Task details: Repeat verbatim, and only, the lines of the data below, beginning at the line that contains "filename tests/files/test_codec.py" and stopping after the line that contains "References: an F32".

Input data:
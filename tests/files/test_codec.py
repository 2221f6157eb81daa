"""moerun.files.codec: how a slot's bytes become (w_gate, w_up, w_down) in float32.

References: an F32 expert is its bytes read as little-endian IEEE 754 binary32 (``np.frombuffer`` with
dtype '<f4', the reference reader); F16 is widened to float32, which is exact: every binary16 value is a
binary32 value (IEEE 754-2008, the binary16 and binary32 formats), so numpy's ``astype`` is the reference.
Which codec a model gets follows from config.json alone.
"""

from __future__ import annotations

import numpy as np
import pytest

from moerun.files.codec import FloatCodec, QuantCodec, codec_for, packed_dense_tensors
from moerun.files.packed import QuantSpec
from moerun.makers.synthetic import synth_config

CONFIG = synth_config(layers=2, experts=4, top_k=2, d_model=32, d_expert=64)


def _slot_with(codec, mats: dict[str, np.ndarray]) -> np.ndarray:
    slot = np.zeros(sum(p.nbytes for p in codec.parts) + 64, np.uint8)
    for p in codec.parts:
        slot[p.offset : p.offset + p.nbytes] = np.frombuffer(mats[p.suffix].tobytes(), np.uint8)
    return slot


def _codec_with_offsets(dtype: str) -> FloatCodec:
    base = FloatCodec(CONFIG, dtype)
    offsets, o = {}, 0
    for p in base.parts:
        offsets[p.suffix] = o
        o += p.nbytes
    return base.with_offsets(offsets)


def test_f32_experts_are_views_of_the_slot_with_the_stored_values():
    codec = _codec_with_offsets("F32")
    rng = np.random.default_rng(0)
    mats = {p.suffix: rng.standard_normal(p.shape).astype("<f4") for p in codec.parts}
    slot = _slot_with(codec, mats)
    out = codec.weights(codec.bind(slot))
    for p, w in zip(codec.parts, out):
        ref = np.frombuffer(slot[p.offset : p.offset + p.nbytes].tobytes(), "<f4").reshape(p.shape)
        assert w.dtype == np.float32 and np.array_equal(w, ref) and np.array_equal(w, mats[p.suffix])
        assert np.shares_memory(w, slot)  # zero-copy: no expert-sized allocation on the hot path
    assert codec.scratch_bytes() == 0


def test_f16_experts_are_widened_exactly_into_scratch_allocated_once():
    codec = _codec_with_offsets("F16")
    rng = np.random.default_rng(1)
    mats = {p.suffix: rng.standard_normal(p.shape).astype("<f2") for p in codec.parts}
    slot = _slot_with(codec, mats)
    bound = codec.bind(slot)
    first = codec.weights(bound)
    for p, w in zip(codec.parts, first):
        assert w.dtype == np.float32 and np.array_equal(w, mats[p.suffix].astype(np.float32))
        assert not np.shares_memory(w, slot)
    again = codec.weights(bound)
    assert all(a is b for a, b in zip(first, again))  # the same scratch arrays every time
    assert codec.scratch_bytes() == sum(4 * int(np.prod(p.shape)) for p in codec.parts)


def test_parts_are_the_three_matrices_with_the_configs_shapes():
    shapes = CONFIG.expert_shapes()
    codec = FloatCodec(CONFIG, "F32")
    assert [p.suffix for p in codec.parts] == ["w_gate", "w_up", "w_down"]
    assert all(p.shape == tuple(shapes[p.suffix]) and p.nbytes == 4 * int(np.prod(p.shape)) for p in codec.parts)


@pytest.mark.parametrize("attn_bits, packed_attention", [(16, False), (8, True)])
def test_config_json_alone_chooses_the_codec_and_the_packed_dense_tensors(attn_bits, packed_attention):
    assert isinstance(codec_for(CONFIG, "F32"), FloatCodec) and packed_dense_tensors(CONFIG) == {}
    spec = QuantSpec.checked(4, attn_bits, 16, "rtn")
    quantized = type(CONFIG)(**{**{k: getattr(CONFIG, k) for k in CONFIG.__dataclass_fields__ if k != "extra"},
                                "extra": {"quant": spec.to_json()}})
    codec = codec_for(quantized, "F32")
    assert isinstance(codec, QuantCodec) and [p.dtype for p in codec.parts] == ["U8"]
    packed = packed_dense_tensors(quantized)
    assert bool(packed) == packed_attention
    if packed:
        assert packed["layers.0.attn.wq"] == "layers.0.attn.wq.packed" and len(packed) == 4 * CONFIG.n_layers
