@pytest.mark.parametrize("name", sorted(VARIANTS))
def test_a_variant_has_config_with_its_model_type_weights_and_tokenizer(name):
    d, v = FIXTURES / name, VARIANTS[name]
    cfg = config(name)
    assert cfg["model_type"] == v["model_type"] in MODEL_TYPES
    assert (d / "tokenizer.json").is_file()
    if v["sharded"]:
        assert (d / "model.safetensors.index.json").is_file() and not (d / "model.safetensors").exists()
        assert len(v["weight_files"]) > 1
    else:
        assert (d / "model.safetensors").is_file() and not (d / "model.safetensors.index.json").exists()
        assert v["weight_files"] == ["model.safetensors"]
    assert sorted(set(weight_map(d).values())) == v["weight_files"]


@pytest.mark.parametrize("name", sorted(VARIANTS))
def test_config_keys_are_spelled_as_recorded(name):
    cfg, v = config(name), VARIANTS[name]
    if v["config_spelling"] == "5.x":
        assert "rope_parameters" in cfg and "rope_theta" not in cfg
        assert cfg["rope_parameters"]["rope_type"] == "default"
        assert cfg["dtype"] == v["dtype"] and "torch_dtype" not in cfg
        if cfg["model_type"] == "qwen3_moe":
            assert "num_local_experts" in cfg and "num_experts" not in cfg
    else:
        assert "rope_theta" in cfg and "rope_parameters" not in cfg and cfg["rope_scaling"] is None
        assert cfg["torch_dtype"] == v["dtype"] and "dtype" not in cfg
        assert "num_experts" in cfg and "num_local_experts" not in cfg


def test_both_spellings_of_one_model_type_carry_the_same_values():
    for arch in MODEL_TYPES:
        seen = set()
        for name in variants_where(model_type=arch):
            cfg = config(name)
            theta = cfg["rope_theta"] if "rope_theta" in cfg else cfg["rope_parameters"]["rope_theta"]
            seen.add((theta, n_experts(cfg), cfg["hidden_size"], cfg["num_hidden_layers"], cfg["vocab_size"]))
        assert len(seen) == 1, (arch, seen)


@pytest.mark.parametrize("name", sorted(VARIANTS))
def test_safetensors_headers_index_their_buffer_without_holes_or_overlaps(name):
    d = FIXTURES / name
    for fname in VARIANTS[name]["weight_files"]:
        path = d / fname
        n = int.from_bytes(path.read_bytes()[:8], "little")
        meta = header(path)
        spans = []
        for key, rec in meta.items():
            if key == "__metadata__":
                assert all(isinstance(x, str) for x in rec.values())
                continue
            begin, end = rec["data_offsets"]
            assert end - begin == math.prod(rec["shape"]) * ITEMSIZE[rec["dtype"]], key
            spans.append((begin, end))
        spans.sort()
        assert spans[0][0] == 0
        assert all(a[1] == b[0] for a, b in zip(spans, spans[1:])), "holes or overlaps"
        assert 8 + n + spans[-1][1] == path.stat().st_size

* * *

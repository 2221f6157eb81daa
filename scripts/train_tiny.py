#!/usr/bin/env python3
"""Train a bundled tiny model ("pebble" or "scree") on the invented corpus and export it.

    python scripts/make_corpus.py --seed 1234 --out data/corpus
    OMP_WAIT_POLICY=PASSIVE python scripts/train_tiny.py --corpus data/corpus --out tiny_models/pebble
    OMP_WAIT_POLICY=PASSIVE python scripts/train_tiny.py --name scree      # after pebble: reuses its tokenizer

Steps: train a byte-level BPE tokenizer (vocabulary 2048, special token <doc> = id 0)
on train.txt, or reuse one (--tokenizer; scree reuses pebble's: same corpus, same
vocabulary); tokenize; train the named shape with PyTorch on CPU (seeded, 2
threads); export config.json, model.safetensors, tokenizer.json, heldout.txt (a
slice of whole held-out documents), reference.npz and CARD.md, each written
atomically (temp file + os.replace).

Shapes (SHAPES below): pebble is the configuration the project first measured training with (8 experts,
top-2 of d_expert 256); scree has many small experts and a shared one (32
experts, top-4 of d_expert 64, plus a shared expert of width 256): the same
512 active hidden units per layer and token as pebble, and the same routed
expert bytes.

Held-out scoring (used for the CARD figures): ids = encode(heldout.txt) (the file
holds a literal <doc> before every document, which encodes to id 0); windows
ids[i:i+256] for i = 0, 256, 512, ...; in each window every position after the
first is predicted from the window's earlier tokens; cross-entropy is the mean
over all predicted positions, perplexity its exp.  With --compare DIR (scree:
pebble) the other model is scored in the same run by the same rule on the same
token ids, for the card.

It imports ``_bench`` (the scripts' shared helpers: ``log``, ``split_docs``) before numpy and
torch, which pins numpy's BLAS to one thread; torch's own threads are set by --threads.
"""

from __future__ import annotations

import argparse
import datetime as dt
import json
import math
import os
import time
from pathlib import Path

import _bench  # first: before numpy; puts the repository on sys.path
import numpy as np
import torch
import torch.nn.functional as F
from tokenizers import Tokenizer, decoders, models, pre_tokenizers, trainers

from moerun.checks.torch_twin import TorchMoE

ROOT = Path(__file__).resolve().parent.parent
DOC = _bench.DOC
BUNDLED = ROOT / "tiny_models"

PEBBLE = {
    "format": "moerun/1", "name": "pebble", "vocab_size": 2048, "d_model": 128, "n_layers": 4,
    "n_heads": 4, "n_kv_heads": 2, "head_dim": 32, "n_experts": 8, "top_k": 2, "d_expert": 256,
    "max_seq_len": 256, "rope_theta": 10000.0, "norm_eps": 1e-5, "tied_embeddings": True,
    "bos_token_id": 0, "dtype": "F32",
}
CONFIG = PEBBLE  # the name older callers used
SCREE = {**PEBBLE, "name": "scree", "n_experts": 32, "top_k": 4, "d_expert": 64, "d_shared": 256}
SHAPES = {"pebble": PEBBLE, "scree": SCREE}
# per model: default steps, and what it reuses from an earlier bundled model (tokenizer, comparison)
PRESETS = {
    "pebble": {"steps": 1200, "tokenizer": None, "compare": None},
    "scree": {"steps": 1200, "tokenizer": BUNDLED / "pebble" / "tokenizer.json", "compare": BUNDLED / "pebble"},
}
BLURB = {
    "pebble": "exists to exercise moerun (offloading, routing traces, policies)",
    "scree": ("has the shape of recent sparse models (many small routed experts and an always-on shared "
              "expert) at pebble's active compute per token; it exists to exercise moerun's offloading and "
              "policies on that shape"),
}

...

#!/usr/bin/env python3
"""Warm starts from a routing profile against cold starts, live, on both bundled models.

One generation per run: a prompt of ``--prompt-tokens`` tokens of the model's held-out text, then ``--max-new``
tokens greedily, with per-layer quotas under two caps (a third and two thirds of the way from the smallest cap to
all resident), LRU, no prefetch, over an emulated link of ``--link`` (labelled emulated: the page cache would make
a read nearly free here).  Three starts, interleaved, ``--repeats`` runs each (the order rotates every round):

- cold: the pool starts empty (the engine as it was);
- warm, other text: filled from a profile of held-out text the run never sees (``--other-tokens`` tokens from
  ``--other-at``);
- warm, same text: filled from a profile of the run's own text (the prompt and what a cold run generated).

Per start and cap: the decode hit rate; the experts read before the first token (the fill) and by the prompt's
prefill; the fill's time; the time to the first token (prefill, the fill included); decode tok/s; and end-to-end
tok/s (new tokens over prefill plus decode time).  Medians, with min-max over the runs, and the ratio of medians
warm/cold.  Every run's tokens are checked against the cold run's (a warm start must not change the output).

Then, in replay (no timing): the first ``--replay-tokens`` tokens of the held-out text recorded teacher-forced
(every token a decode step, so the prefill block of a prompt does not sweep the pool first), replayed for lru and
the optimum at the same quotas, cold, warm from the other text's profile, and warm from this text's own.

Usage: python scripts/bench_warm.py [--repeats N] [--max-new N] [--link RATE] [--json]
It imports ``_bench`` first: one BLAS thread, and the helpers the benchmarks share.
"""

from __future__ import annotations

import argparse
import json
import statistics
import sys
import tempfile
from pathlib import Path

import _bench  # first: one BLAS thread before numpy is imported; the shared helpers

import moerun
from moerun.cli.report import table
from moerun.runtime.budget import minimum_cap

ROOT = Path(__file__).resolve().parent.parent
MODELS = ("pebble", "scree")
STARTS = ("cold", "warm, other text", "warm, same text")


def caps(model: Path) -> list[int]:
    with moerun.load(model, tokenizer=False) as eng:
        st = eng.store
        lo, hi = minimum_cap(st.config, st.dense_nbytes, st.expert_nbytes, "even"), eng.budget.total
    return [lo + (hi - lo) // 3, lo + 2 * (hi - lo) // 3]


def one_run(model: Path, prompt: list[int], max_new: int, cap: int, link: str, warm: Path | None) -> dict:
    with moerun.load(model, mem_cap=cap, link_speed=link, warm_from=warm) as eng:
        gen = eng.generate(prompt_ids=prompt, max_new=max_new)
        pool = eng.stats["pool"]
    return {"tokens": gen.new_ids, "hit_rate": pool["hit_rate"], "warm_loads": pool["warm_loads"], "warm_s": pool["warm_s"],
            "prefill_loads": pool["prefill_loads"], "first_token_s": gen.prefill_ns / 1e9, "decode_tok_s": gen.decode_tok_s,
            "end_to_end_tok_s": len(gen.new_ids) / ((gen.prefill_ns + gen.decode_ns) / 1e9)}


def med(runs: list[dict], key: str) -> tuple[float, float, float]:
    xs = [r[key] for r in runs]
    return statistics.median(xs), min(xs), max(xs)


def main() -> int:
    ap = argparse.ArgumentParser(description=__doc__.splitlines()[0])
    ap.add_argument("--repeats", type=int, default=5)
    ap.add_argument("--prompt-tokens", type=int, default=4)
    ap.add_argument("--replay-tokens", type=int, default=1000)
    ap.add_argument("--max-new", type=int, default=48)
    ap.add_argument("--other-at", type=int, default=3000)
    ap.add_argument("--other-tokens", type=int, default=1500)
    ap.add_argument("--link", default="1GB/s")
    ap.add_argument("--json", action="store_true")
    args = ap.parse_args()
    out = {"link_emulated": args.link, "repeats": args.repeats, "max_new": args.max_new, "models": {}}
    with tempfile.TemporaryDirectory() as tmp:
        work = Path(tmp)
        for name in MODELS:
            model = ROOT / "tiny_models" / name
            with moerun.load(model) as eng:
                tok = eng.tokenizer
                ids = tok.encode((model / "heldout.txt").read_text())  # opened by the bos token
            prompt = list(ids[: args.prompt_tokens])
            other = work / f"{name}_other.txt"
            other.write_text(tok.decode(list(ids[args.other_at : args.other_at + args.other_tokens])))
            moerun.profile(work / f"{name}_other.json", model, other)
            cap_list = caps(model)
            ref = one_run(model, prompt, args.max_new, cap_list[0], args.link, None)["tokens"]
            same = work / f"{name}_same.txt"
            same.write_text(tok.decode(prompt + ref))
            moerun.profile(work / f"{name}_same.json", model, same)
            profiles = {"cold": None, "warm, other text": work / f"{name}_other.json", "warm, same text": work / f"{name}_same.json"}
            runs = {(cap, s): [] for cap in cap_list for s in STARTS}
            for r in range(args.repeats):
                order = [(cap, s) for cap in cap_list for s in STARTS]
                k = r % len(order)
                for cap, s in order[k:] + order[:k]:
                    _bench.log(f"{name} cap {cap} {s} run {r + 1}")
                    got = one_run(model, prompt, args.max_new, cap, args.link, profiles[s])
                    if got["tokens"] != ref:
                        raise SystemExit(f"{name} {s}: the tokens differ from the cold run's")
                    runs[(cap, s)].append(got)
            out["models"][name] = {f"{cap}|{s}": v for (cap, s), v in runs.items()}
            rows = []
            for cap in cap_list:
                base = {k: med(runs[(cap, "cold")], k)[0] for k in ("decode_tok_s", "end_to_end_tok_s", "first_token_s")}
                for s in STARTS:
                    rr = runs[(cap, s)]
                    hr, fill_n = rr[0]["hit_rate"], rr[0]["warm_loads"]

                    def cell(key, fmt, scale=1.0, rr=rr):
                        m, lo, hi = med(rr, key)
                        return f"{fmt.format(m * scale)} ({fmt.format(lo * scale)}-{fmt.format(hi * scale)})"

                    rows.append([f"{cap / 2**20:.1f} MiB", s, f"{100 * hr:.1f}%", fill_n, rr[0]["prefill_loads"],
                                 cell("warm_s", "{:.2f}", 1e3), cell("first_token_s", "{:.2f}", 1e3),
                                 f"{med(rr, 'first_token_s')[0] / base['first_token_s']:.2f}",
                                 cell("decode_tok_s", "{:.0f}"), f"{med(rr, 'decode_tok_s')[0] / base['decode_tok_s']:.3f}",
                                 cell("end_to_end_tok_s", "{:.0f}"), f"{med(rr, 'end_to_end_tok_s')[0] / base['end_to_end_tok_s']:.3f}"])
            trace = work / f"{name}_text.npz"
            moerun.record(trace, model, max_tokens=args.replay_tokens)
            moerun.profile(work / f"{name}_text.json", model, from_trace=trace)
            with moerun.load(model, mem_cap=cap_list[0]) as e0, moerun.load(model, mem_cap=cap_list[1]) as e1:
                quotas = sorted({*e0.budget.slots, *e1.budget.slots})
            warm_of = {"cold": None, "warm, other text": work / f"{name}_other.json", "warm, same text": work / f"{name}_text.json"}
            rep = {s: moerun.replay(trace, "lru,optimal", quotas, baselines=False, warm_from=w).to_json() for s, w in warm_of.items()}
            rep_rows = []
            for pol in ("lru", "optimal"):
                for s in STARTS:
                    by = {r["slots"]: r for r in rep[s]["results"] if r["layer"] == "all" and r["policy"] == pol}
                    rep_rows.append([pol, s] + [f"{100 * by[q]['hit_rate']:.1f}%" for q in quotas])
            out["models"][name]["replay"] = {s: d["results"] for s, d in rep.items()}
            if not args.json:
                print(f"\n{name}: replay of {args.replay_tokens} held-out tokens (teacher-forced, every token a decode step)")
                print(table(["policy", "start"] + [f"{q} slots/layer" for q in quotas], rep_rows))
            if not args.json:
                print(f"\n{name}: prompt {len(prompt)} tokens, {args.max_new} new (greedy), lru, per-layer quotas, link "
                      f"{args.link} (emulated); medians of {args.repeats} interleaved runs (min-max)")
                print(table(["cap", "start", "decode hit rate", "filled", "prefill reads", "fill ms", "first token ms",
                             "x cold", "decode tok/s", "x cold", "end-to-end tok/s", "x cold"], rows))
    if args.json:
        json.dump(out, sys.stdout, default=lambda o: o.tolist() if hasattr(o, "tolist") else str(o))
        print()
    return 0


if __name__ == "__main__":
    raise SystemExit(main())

Exercise response:
filename tests/files/test_codec.py
repository 2221f6157eb81daa
"""moerun.files.codec: how a slot's bytes become (w_gate, w_up, w_down) in float32.

References: an F32 expert is its bytes read as little-endian IEEE 754 binary32 (``np.frombuffer`` with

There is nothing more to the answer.